> RECORDS SUPPLIED:
_____

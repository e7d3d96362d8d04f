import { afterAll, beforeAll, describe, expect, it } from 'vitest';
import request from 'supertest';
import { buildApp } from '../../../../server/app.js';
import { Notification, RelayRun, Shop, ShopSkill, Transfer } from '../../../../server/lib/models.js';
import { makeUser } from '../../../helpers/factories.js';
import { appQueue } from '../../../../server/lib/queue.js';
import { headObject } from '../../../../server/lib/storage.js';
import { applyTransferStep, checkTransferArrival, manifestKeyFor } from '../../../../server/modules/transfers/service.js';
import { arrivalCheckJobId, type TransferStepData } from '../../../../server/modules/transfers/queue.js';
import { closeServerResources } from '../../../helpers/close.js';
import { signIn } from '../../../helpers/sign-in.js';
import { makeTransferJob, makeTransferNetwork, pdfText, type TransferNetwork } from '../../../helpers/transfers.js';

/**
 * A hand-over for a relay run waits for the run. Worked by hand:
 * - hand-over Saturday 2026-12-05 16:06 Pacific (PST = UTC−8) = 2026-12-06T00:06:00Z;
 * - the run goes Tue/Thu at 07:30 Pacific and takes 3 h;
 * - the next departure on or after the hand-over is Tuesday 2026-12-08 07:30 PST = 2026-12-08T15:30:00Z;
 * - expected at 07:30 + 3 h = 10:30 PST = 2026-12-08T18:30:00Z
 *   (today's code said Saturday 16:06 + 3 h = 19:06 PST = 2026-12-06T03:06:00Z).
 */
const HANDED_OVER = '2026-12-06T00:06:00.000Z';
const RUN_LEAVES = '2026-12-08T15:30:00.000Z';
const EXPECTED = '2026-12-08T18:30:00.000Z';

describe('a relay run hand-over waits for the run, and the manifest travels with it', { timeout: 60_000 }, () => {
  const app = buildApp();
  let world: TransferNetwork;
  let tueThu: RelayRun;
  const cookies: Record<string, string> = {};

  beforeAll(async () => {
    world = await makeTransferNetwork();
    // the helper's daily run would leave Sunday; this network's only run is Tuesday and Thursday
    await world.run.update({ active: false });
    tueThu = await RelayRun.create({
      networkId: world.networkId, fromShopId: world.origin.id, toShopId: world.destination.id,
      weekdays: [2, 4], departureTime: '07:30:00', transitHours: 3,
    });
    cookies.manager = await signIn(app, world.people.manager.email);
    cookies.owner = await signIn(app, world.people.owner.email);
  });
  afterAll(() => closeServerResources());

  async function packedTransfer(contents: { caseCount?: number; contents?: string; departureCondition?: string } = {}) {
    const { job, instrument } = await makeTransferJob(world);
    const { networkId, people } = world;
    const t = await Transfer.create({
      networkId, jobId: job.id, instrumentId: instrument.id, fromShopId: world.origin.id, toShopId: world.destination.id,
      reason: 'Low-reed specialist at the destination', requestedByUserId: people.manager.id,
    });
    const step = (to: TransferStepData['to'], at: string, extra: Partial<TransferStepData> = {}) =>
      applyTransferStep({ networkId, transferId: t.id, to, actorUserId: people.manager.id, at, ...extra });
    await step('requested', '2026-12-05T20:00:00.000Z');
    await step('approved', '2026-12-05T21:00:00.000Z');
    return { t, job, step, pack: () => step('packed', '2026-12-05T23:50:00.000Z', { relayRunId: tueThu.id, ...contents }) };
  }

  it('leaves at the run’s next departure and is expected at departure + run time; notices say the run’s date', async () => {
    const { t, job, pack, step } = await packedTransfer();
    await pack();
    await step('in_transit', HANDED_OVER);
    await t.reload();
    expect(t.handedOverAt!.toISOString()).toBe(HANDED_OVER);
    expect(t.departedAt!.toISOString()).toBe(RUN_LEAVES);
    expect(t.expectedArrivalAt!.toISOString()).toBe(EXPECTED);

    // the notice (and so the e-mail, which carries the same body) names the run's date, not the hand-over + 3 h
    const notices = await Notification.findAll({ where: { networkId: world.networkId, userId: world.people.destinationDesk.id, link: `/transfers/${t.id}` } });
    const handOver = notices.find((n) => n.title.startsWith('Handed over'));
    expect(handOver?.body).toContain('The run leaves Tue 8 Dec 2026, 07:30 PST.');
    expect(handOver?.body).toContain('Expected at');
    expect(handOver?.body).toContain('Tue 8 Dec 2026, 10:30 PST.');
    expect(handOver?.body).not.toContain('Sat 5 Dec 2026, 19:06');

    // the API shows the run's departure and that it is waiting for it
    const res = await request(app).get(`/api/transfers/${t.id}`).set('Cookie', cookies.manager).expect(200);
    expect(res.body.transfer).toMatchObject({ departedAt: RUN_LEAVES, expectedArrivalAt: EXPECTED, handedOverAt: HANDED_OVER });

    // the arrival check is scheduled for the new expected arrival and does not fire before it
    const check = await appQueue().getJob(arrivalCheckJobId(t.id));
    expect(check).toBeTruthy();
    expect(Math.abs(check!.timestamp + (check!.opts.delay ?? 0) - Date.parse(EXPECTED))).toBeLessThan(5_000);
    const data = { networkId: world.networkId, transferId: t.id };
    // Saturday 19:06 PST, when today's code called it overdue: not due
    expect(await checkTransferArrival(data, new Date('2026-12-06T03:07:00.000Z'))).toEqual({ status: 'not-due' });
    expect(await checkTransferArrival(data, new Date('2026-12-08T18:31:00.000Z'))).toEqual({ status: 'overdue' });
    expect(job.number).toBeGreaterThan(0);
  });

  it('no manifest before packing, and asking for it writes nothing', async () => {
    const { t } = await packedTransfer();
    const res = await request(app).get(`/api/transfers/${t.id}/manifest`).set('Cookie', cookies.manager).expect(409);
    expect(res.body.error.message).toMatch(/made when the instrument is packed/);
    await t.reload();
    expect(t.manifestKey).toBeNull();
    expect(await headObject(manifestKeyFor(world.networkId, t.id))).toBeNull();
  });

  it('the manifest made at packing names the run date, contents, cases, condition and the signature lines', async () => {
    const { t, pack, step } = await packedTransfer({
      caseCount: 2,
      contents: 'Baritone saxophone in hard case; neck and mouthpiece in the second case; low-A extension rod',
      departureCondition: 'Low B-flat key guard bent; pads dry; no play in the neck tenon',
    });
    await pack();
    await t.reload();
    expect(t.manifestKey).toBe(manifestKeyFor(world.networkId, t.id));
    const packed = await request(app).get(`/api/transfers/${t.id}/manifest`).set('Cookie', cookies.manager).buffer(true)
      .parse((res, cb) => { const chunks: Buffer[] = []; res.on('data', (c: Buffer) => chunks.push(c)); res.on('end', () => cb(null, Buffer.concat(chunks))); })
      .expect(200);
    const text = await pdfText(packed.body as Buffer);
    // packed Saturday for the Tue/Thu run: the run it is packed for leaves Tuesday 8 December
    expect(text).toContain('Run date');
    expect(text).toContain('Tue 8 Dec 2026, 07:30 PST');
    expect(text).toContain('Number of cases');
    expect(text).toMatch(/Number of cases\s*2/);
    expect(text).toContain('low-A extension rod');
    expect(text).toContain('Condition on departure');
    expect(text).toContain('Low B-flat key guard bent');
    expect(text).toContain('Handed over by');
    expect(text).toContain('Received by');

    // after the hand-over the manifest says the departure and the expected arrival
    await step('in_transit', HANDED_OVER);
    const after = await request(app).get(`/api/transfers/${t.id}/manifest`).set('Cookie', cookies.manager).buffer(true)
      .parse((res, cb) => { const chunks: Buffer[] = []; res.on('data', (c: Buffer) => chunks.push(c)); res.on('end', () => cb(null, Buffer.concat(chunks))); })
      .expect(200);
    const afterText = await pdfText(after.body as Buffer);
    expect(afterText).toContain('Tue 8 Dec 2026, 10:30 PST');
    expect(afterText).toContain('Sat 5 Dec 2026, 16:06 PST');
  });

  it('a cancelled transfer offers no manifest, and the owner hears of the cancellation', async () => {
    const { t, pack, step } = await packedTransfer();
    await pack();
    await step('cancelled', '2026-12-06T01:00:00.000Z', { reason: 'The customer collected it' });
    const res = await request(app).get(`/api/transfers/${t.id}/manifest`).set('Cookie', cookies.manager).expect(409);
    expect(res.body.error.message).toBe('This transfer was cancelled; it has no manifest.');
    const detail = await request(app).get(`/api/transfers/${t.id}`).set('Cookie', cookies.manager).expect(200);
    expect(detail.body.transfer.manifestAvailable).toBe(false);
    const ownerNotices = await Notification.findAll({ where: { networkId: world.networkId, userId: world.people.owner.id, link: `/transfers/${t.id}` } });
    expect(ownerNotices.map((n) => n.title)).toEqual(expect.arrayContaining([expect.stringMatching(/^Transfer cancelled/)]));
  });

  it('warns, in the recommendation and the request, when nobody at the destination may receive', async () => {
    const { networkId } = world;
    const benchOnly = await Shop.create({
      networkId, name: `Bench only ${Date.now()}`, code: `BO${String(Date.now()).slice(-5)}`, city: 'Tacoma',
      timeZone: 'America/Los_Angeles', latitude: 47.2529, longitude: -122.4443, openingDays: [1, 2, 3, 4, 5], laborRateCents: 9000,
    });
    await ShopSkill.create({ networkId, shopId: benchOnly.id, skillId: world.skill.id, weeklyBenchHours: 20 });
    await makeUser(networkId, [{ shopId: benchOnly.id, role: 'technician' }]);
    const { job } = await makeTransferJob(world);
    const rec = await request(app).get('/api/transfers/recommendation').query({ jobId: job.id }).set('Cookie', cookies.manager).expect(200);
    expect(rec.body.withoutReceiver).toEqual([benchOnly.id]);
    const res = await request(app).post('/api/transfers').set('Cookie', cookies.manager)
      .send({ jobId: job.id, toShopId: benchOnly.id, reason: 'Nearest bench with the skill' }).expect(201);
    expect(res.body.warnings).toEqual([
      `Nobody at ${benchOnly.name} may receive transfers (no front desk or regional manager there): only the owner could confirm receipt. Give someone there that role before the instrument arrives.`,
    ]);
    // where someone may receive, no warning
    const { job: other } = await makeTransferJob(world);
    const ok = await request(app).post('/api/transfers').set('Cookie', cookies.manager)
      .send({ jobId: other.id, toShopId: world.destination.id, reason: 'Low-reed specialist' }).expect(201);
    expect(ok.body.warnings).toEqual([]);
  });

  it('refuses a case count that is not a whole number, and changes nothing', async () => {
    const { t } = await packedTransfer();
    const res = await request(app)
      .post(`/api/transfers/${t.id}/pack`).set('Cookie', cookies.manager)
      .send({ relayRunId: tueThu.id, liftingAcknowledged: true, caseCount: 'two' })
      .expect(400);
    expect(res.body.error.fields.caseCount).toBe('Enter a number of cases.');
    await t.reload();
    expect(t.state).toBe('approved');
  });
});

_____

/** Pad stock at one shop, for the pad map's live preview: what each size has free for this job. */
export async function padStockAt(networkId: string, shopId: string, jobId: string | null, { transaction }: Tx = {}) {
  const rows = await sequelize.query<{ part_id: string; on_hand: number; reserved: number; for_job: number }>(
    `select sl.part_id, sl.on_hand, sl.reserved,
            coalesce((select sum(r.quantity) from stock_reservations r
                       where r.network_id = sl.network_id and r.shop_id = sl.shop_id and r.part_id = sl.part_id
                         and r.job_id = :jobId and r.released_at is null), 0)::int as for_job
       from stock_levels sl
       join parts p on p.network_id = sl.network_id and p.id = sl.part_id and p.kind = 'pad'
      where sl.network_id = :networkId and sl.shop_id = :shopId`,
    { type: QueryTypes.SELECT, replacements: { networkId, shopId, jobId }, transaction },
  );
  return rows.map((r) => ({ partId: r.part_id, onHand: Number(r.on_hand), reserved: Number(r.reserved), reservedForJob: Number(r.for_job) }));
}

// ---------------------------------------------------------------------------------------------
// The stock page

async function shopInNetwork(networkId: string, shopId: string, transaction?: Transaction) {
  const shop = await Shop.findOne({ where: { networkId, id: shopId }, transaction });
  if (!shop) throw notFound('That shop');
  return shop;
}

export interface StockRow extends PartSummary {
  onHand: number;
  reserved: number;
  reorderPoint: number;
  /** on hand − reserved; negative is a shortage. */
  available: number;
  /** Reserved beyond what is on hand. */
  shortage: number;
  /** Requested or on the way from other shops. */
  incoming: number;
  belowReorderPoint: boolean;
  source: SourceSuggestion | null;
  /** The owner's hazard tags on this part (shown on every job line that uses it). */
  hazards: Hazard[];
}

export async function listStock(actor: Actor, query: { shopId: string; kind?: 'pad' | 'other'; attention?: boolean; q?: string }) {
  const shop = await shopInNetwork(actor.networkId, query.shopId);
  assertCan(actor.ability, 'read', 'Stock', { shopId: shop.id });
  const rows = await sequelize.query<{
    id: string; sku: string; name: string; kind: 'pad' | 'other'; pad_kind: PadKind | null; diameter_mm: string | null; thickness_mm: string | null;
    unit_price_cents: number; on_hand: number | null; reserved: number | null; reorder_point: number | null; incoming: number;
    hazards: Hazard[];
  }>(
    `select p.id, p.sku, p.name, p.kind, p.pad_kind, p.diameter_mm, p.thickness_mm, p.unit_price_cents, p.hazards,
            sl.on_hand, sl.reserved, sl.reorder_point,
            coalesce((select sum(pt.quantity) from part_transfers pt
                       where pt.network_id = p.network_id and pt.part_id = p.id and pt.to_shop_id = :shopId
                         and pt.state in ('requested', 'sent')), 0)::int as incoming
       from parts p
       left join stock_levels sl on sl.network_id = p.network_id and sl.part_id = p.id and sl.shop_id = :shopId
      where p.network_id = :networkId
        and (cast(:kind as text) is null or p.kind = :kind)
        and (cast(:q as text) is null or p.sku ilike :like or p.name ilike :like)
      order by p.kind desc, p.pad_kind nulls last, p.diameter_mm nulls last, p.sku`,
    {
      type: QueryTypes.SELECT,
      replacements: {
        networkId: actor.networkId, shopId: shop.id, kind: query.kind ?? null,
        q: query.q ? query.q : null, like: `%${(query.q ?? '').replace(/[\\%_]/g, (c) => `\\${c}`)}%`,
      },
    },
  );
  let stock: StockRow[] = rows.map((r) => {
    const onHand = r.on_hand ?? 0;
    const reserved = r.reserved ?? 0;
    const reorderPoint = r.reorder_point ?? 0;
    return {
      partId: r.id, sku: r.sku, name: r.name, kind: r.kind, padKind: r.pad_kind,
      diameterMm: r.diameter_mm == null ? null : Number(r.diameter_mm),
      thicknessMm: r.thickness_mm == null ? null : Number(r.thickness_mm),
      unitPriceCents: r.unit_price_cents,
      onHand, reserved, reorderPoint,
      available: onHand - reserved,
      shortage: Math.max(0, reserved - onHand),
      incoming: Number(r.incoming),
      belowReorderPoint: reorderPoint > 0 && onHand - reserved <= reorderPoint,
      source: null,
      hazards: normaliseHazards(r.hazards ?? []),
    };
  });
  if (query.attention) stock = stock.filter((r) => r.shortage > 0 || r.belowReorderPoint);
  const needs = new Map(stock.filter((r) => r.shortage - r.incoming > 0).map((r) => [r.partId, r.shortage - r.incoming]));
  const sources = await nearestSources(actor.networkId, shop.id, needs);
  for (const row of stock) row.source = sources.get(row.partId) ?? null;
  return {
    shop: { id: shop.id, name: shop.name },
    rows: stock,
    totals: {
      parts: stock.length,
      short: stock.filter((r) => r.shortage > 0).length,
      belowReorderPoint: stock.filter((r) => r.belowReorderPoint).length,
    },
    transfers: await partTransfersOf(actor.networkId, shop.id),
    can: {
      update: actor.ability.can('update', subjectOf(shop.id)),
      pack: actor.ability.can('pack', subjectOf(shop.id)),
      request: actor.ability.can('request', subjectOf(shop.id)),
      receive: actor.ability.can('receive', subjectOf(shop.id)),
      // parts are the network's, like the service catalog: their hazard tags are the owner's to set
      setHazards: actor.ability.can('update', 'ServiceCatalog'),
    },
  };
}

_____

> TASK BRIEF: Begin with the line above that has "benchOnly.id, role: 'technician'" and continue through the line that has "const rec = await", setting each one down exactly. Stop there.

> SOLUTION TO THE EXERCISE:
    await makeUser(networkId, [{ shopId: benchOnly.id, role: 'technician' }]);
    const { job } = await makeTransferJob(world);
    const rec = await request(app).get('/api/transfers/recommendation').query({ jobId: job.id }).set('Cookie', cookies.manager).expect(200);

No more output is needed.